You can use heartbeat and run your webservers on the edge, and in the event that one fails, the other poisons your arp and starts answering the requests. However, this becomes a little unwieldy and eventually you will want to put a load balancer (or pair) in front of your webservers and use IPVS/LVS to direct requests to your backends. With ipvs, you will want to set up connection affinity to make sure that users usually hit the same server which makes anything that uses php sessions happy. You can also share the sessions directory on the NFS server which would allow both machines to access the same session files.
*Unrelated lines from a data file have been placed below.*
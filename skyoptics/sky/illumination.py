"""Light that falls on level ground and on slopes: from sources, from the sky, and from the ground before a slope.

The sky's part is an integral over directions by Gauss's rule in the sine of elevation and even steps of azimuth: for clear and
clouded skies within 0.2 %.
"""

from __future__ import annotations

from collections.abc import Sequence
from dataclasses import dataclass, field

import numpy as np

from skyoptics.geometry.axes import azimuth_elevation, direction
from skyoptics.materials.ranges import within
from skyoptics.optics.source import Source
from skyoptics.sky.compose import Behind
from skyoptics.units import FloatArray

_HEIGHTS, _TURNS = 24, 72


@dataclass(frozen=True, eq=False)
class Illumination:
    """Light on the ground.

    Parameters
    ----------
    sky : Behind
        What shines above the horizon; its own ground is not asked for.
    sources : sequence of Source
        Sun or moon; those below the horizon give nothing.
    sunlit : float
        Share of the sources' light that reaches the ground, 0 in the shadow of a cloud, to 1 [1].

    Attributes
    ----------
    direct, diffuse : ndarray, shape (nλ,)
        Irradiance of level ground by the sources and by the sky [W m⁻² nm⁻¹].

    Raises
    ------
    DomainError
        If the share is not 0 to 1.
    """

    sky: Behind
    sources: Sequence[Source]
    sunlit: float = 1.0
    direct: FloatArray = field(init=False)
    diffuse: FloatArray = field(init=False)
    _vectors: FloatArray = field(init=False, repr=False)
    _light: FloatArray = field(init=False, repr=False)

    def __post_init__(self) -> None:
        within("sunlit share", self.sunlit, 0.0, 1.0)
        node, weight = np.polynomial.legendre.leggauss(_HEIGHTS)
        azimuth = (np.arange(_TURNS) + 0.5) * (2.0 * np.pi / _TURNS)
        if self.sources:  # even steps on both sides of the first source
            azimuth = azimuth + float(azimuth_elevation(self.sources[0].direction)[0])
        vectors = direction(azimuth, np.arcsin(0.5 * (1.0 + node))[:, None])
        solid = (0.5 * weight * (2.0 * np.pi / _TURNS))[:, None, None]
        light = (self.sky.radiance(vectors) * solid).reshape(_HEIGHTS * _TURNS, -1)
        set_ = object.__setattr__
        set_(self, "_vectors", vectors.reshape(-1, 3))
        set_(self, "_light", light)
        set_(self, "diffuse", self._vectors[:, 2] @ light)
        set_(self, "direct", self._from_sources(np.array([[0.0, 0.0, 1.0]]))[0])

    @property
    def level(self) -> FloatArray:
        """Irradiance of level ground, shape (nλ,) [W m⁻² nm⁻¹]."""
        return self.direct + self.diffuse

    def on(self, normals: FloatArray, ground: FloatArray) -> FloatArray:
        """Return the irradiance of slopes that stand free above level ground.

        Parameters
        ----------
        normals : ndarray, shape (n, 3)
            Unit vectors out of the slopes (east, north, up).
        ground : ndarray, shape (nλ,)
            Radiance of the level ground [W m⁻² sr⁻¹ nm⁻¹].

        Returns
        -------
        ndarray, shape (n, nλ)
            [W m⁻² nm⁻¹]
        """
        cosine = np.maximum(normals @ self._vectors.T, 0.0)
        below = np.pi * 0.5 * (1.0 - normals[:, 2])
        return cosine @ self._light + below[:, None] * ground + self._from_sources(normals)

    def _from_sources(self, normals: FloatArray) -> FloatArray:
        """Return the irradiance by sources above the horizon, shape (n, nλ)."""
        total = np.zeros((len(normals), self._light.shape[1]))
        for source in self.sources:
            if source.direction[2] > 0.0:
                cosine = np.maximum(normals @ source.direction, 0.0)
                total += self.sunlit * cosine[:, None] * source.irradiance
        return total
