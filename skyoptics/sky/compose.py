"""Sky radiance on a grid of directions.

    radiance = Σ over sources and sheets of irradiance · phase · amount + background,

the thin-layer sum: light is scattered once, and sheets neither shade each other nor the background. It holds while the
amount is well below 1; `THIN` is where it is a tenth too bright (1 − exp(−a) ≈ a (1 − a/2)).
"""

from __future__ import annotations

from collections.abc import Callable, Sequence
from dataclasses import dataclass
from typing import Protocol

import numpy as np

from skyoptics.geometry.axes import azimuth_elevation
from skyoptics.geometry.directions import Directions
from skyoptics.optics.source import Source
from skyoptics.units import FloatArray

THIN = 0.2
"""Amount up to which single scattering is within about a tenth."""


class Scatterer(Protocol):
    """What answers how much light goes where; see `skyoptics.optics.axisymmetric`."""

    def phase(self, source: Source, directions: Directions, rows: slice) -> FloatArray:
        """Return differential scattering ÷ reference extinction cross-section, shape (ny, nx, nλ) [sr⁻¹]."""

    def extinction(self, cos_zenith: FloatArray) -> FloatArray:
        """Return extinction towards a direction ÷ reference, shape (…, nλ)."""


@dataclass(frozen=True, eq=False)
class Sheet:
    """Particles of one kind, hung somewhere.

    Parameters
    ----------
    name : str
        For reports.
    scatterer : Scatterer
        What they do to light.
    amount : callable
        Elevation of the line of sight [rad] → path integral of the reference extinction [1].
    """

    name: str
    scatterer: Scatterer
    amount: Callable[[FloatArray], FloatArray]


@dataclass(frozen=True)
class Background:
    """A plain background: one spectral radiance above the horizon, a share of it below [W m⁻² sr⁻¹ nm⁻¹; 1]."""

    radiance: float
    ground: float

    def at(self, elevation: FloatArray) -> FloatArray:
        """Return the radiance at elevations [rad]; nan stays nan."""
        result = np.where(elevation >= 0.0, self.radiance, self.radiance * self.ground)
        return np.where(np.isnan(elevation), np.nan, result)


def radiance(
    directions: Directions,
    rows: slice,
    sources: Sequence[Source],
    sheets: Sequence[Sheet],
    background: Background,
) -> FloatArray:
    """Return the spectral radiance of some rows of a grid.

    Parameters
    ----------
    directions : Directions
        Grid of viewing directions.
    rows : slice
        Which rows.
    sources, sheets : sequence
        What shines and what scatters; at least one source.
    background : Background
        What lies behind.

    Returns
    -------
    ndarray, shape (ny, nx, nλ)
        Bin means [W m⁻² sr⁻¹ nm⁻¹]; nan outside the image.
    """
    _, elevation = azimuth_elevation(directions.vectors(rows))
    total = np.repeat(background.at(elevation)[..., None], len(sources[0].irradiance), axis=-1)
    for sheet in sheets:
        amount = sheet.amount(elevation)[..., None]
        for source in sources:
            light = sheet.scatterer.phase(source, directions, rows)
            light *= source.irradiance
            light *= amount
            total += light
    return total
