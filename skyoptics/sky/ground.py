"""Land below the sky: level ground, and what stands up from it to the horizon's profile.

*Level ground* throws light back evenly to all sides (Lambert): radiance = reflectance · irradiance / π. *Relief*, all that
stands between the level horizon and the profile (hills, trees, roofs), counts as one slope of `TILT` that faces the observer,
evenly rough and as far away as stated: bright with the sun behind the observer, dark against the sun. Haze lies in front of
both as in `skyoptics.sky.haze`: the farther, the nearer to the light of the sky on the horizon.

Left out: texture, shadows of one thing on another, the observer's own shadow.
"""

from __future__ import annotations

from collections.abc import Sequence
from dataclasses import dataclass, field

import numpy as np

from skyoptics.geometry.axes import azimuth_elevation, direction
from skyoptics.geometry.directions import Directions
from skyoptics.geometry.horizon import HIGHEST, Profile, dip, flat, ground_distance
from skyoptics.materials.ranges import within
from skyoptics.optics.bins import Bins
from skyoptics.optics.source import Source
from skyoptics.sky.compose import Behind
from skyoptics.sky.haze import Haze
from skyoptics.sky.illumination import Illumination
from skyoptics.sky.reflectance import reflectance
from skyoptics.sky.tables import in_blocks, look_up
from skyoptics.units import DEG, ArrayLike, BoolArray, FloatArray, IntArray

TILT = 60.0 * DEG
"""Slope that stands for hillsides, crowns and walls (our choice) [rad]."""
FARTHEST = 300.0e3
"""Distance of relief [m]."""
_FLAT = 0.1 * DEG  # relief that stands up less is level ground [rad]
_TURNS = 360  # azimuths at which light by azimuth is tabulated
_DEPTHS = 256  # depressions at which haze before level ground is tabulated
_ACROSS = 5  # places across a pixel at which the profile is asked for


@dataclass(frozen=True, eq=False)
class Ground:
    """Sky above a profile, land below it.

    Parameters
    ----------
    sky : Behind
        What is above the horizon: a sky or a plain background; its own ground is not used.
    bins : Bins
        The nλ spectral bins.
    sources : sequence of Source
        What lights the land besides the sky.
    horizon : Profile, optional
        Default the level horizon, with the dip of the eye's height.
    kind : str, float or ndarray
        Level ground, as for `skyoptics.sky.reflectance.reflectance`.
    relief : str, float or ndarray
        What stands up from it.
    eye_height : float
        Of the observer above the ground, 0 to 10 km [m].
    distance : float
        Of the relief, 0 to 300 km [m].
    haze : Haze, optional
        Air in front of the land; none if left out.
    sunlit : float
        Share of the sources' light that reaches the land, 0 to 1 [1].

    Attributes
    ----------
    light : Illumination
        What falls on the land.
    level : ndarray, shape (nλ,)
        Radiance of the level ground without haze [W m⁻² sr⁻¹ nm⁻¹].

    Raises
    ------
    DomainError
        Outside these ranges.
    """

    sky: Behind
    bins: Bins
    sources: Sequence[Source]
    horizon: Profile | None = None
    kind: str | float | FloatArray = "grass"
    relief: str | float | FloatArray = "forest"
    eye_height: float = 2.0
    distance: float = 5.0e3
    haze: Haze | None = None
    sunlit: float = 1.0
    profile: Profile = field(init=False, repr=False)
    light: Illumination = field(init=False, repr=False)
    level: FloatArray = field(init=False, repr=False)
    _foot: float = field(init=False, repr=False)
    _around: tuple[FloatArray, FloatArray] = field(init=False, repr=False)
    _through: FloatArray | None = field(init=False, repr=False)

    def __post_init__(self) -> None:
        within("height of the eye", self.eye_height, 0.0, HIGHEST, "m")
        within("distance of the land", self.distance, 0.0, FARTHEST, "km", 1e3)
        set_ = object.__setattr__
        set_(self, "_foot", -float(dip(self.eye_height)))
        set_(self, "profile", flat(-self._foot) if self.horizon is None else self.horizon)
        light = Illumination(self.sky, self.sources, self.sunlit)
        level = reflectance(self.kind, self.bins) / np.pi * light.level
        azimuth = np.arange(_TURNS + 1) * (2.0 * np.pi / _TURNS)
        facing = np.cos(TILT) * np.array([0.0, 0.0, 1.0]) - np.sin(TILT) * direction(azimuth, 0.0)
        relief = reflectance(self.relief, self.bins) / np.pi * light.on(facing, level)
        air = self.sky.radiance(direction(azimuth, 0.0))
        through: FloatArray | None = None
        if self.haze is not None:
            front = self.haze.transmission(self.bins, 0.0, self.distance, self.eye_height)
            relief = air + front * (relief - air)
            nodes = self._foot - (0.5 * np.pi + self._foot) * np.linspace(0.0, 1.0, _DEPTHS) ** 3
            way = ground_distance(nodes, self.eye_height)
            through = self.haze.transmission(self.bins, nodes, way, self.eye_height)
        set_(self, "light", light)
        set_(self, "level", level)
        set_(self, "_around", (relief, air))
        set_(self, "_through", through)

    def radiance(self, vectors: ArrayLike) -> FloatArray:
        """Return the radiance of sky and land, with a hard edge between them.

        Parameters
        ----------
        vectors : array_like, shape (..., 3)
            Unit vectors of viewing directions (east, north, up).

        Returns
        -------
        ndarray, shape (..., nλ)
            [W m⁻² sr⁻¹ nm⁻¹]; nan for nan.
        """
        vectors = np.asarray(vectors, dtype=np.float64)
        flat_vectors = vectors.reshape(-1, 3)
        azimuth, elevation, land = self._placed(flat_vectors)
        low = np.flatnonzero(~land & (elevation < 0.0))
        result = self.sky.radiance(_lifted(flat_vectors, low))
        self._fill(result, azimuth, elevation, land)
        return result.reshape(*vectors.shape[:-1], len(self.bins))

    def sky_radiance(self, vectors: ArrayLike) -> FloatArray:
        """Return the sky's radiance (..., nλ) in directions (..., 3), carried on below the true horizontal as it is there."""
        vectors = np.asarray(vectors, dtype=np.float64)
        flat_vectors = vectors.reshape(-1, 3)
        lifted = _lifted(flat_vectors, np.flatnonzero(flat_vectors[:, 2] < 0.0))
        return self.sky.radiance(lifted).reshape(*vectors.shape[:-1], len(self.bins))

    def land_radiance(self, vectors: ArrayLike) -> FloatArray:
        """Return the land's radiance (..., nλ) in directions (..., 3) as if no sky were seen in them; nan for nan."""
        vectors = np.asarray(vectors, dtype=np.float64)
        azimuth, elevation, _ = self._placed(vectors.reshape(-1, 3))
        result = np.empty((elevation.size, len(self.bins)))
        self._fill(result, azimuth, elevation, np.ones(elevation.size, dtype=bool))
        return result.reshape(*vectors.shape[:-1], len(self.bins))

    def share_of_land(self, directions: Directions, rows: slice = slice(None)) -> FloatArray:
        """Return the share of each pixel that land covers, shape (ny, nx) in 0 to 1; see `share_below`."""
        return share_below(self.profile, directions, rows)

    def _placed(self, vectors: FloatArray) -> tuple[FloatArray, FloatArray, BoolArray]:
        """Return azimuth, elevation and whether it is land, of directions (n, 3)."""
        azimuth, elevation = np.empty(len(vectors)), np.empty(len(vectors))
        land = np.empty(len(vectors), dtype=bool)

        def work(rows: slice) -> None:
            azimuth[rows], elevation[rows] = azimuth_elevation(vectors[rows])
            land[rows] = elevation[rows] < self.profile.elevation(azimuth[rows])

        in_blocks(work, len(vectors))
        return azimuth, elevation, land

    def _fill(self, out: FloatArray, azimuth: FloatArray, elevation: FloatArray, land: BoolArray) -> None:
        """Write the land's radiance into those rows of out (n, nλ) that are land."""

        def work(rows: slice) -> None:
            mine = land[rows]
            if np.all(mine):
                self._land(azimuth[rows], elevation[rows], out[rows])
            elif np.any(mine):
                part = np.empty((int(np.count_nonzero(mine)), out.shape[1]))
                self._land(azimuth[rows][mine], elevation[rows][mine], part)
                out[rows][mine] = part

        in_blocks(work, len(out))

    def _land(self, azimuth: FloatArray, elevation: FloatArray, out: FloatArray) -> None:
        """Write the land's radiance at azimuths and elevations (n,) into out (n, nλ)."""
        turn = azimuth * (_TURNS / (2.0 * np.pi))
        relief, air = self._around
        upright = (elevation >= self._foot) & (self.profile.elevation(azimuth) > self._foot + _FLAT)
        out[:] = self.level
        if self._through is not None and not np.all(upright):
            depth = np.cbrt(np.maximum(self._foot - elevation, 0.0) / (0.5 * np.pi + self._foot)) * (_DEPTHS - 1)
            behind = look_up(air, turn)
            out -= behind
            out *= look_up(self._through, depth)
            out += behind
        if np.any(upright):
            out[upright] = look_up(relief, turn[upright])
        out[np.isnan(elevation)] = np.nan


def _lifted(vectors: FloatArray, low: IntArray) -> FloatArray:
    """Return directions (n, 3) with the chosen ones turned up to the true horizontal."""
    if len(low):
        vectors = vectors.copy()
        flat_part = vectors[low, :2]
        vectors[low, :2] = flat_part / np.maximum(np.hypot(flat_part[:, 0], flat_part[:, 1]), 1e-12)[:, None]
        vectors[low, 2] = 0.0
    return vectors


def share_below(profile: Profile, directions: Directions, rows: slice = slice(None)) -> FloatArray:
    """Return the share of each pixel that lies below a horizon.

    Parameters
    ----------
    profile : Profile
        The horizon.
    directions : Directions
        Grid of viewing directions.
    rows : slice, optional
        Which rows.

    Returns
    -------
    ndarray, shape (ny, nx)
        0 to 1; nan outside the image. A pixel counts as a square that stands upright, in which the profile is followed at five
        places from side to side.
    """
    azimuth, elevation = azimuth_elevation(directions.vectors(rows))
    size = np.maximum(directions.pixel_size(rows), 1e-9)
    result = np.where(elevation < profile.lowest, 1.0, 0.0)
    near = (elevation > profile.lowest - size) & (elevation < profile.highest + size)
    middle, up, side = azimuth[near], elevation[near], size[near]
    wide = np.minimum(side / np.maximum(np.cos(up), 1e-6), np.pi)
    total = np.zeros_like(middle)
    for place in (np.arange(_ACROSS) + 0.5) / _ACROSS - 0.5:
        total += np.clip((profile.elevation(middle + place * wide) - up) / side + 0.5, 0.0, 1.0)
    result[near] = total / _ACROSS
    result[np.isnan(elevation)] = np.nan
    return result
MySQL becomes fun. It requires three nodes to run clustering, though, with a little trickery, you can do it with two nodes. MySQL doesn't play well with NFS filesystems, so, you will want to run a master/slave setup with heartbeat to failover, or, set up a pair of mysql servers and run them in a clustered setup.

Your read/write load will be the real determining factor. You'll want to run a gigE LAN connection to the NFS servers, and a separate connection to the Internet. If you are running a heavy read load, you won't have too many issues. If all of your servers are running a heavy write load, you'll run into quite a few other things. If possible, use Jumbo frames on your LAN if you have large files that you typically serve. Since the files are on the NFS server, if you use sendfile with apache, and the file is later deleted, the next time you access the file you'll get a bus error.

If you wanted to get tricky, and you were doing a high read volume, you could consider using AFS which does small local caches from the shared storage. That way, if the webserver disconnects from the storage node, it could still serve most of the static content. Alternatively, using Varnish/Squid or some other caching system will considerably cut down on LAN bandwidth. Then, you have the issue of having one or two Varnish servers that have their own cache, duplicating content in memory. That could be a worthwhile tradeoff to reduce LAN traffic.

Once you get the framework set up, going from two webservers to three is just a matter of adding a new server. It is the step from one to two that usually is quite a leap. Some software behaves differently when running on a cluster as opposed to running on a single machine.


That sounds like a reasonable plan to me. Are you just looking to scale or eliminate single points of failure? If the latter, your shared storage could present a problem as well (and add additional latency if the reads are not cached locally by the Apache servers). If your content is mostly static, there are ways to have an authoritative content store and then replicate it out to your web nodes periodically so they each have a local copy. This is more complex, but allows your centralized storage to fail as well without taking all of the web nodes with it.